==== Data provided
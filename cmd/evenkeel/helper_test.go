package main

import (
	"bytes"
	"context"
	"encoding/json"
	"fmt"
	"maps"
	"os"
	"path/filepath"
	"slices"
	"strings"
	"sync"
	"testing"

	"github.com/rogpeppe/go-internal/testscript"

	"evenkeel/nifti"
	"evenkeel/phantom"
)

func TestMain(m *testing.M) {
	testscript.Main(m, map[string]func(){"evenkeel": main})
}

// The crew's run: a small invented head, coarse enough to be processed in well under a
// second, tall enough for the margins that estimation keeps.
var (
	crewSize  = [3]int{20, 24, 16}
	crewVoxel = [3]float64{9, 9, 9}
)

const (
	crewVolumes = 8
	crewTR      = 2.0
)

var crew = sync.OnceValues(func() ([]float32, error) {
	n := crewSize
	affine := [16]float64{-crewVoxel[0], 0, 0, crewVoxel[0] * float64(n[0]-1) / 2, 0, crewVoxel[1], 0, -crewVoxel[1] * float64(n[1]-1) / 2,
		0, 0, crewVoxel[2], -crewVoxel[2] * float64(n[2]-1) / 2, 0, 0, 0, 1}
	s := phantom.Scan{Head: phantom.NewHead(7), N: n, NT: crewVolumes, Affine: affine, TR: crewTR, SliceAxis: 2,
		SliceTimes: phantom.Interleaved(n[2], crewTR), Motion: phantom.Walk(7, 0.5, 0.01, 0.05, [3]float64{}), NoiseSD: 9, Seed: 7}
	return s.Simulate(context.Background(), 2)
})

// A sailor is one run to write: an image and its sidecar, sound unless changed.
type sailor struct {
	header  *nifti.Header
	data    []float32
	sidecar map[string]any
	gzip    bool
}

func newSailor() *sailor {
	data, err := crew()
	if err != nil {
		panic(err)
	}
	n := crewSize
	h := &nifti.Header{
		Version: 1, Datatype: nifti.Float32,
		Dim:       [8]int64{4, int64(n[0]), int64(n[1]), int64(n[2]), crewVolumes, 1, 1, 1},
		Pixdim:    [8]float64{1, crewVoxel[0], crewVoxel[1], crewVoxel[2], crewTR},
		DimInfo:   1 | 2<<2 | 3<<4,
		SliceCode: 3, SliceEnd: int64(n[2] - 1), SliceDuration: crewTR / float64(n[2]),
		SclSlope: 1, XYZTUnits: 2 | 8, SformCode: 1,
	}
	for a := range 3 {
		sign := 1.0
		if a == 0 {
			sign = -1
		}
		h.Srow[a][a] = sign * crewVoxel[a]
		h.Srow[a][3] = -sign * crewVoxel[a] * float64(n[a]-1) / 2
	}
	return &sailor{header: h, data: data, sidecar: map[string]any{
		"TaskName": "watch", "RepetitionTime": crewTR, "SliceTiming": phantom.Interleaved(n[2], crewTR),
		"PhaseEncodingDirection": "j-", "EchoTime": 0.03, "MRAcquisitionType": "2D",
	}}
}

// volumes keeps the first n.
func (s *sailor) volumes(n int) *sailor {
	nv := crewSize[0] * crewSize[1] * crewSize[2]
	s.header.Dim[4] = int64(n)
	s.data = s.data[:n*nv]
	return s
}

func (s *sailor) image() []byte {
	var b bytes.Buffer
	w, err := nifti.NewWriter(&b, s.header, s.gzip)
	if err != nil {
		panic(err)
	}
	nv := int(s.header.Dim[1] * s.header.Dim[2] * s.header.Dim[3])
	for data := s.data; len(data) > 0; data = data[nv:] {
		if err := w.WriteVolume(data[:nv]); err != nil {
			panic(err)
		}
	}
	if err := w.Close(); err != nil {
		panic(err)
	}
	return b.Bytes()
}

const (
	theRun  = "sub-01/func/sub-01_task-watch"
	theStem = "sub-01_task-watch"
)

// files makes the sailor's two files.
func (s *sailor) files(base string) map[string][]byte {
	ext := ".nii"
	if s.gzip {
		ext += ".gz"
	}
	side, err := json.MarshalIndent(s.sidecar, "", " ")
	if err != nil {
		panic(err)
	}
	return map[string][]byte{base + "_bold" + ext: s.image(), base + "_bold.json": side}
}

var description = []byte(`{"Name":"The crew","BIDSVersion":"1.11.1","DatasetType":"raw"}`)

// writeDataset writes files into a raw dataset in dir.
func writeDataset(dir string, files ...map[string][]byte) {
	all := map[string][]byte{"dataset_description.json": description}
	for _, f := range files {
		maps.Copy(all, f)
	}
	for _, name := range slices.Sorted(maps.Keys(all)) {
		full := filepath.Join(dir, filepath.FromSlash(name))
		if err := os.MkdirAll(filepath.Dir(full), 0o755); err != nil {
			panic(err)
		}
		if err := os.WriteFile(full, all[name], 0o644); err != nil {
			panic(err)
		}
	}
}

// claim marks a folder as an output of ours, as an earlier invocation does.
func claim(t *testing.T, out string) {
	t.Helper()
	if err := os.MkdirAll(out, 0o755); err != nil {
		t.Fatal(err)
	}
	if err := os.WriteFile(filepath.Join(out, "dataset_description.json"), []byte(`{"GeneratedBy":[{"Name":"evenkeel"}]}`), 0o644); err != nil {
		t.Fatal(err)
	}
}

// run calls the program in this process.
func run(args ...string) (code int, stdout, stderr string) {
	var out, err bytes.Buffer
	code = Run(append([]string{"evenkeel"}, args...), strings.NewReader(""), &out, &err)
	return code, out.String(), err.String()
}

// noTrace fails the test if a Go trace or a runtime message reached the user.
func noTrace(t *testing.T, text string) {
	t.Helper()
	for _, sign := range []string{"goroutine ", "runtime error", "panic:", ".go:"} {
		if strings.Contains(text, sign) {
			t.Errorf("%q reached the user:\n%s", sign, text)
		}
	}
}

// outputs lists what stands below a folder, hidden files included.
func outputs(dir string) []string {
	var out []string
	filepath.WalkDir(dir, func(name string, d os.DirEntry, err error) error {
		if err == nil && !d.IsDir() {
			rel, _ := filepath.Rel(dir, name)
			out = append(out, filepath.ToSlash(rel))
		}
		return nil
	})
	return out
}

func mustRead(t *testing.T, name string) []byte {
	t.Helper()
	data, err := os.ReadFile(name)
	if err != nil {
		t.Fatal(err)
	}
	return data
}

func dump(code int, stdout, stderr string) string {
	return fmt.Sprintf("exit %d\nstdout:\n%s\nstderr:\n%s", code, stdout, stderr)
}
========
**Your instructions**
Take the stretch of lines above from the one containing "if err := os.WriteFile(full, all[name], 0o644);" through the one containing "in this process." and repeat it exactly, adding no other line.

**Final answer**
		if err := os.WriteFile(full, all[name], 0o644); err != nil {
			panic(err)
		}
	}
}

// claim marks a folder as an output of ours, as an earlier invocation does.
func claim(t *testing.T, out string) {
	t.Helper()
	if err := os.MkdirAll(out, 0o755); err != nil {
		t.Fatal(err)
	}
	if err := os.WriteFile(filepath.Join(out, "dataset_description.json"), []byte(`{"GeneratedBy":[{"Name":"evenkeel"}]}`), 0o644); err != nil {
		t.Fatal(err)
	}
}

// run calls the program in this process.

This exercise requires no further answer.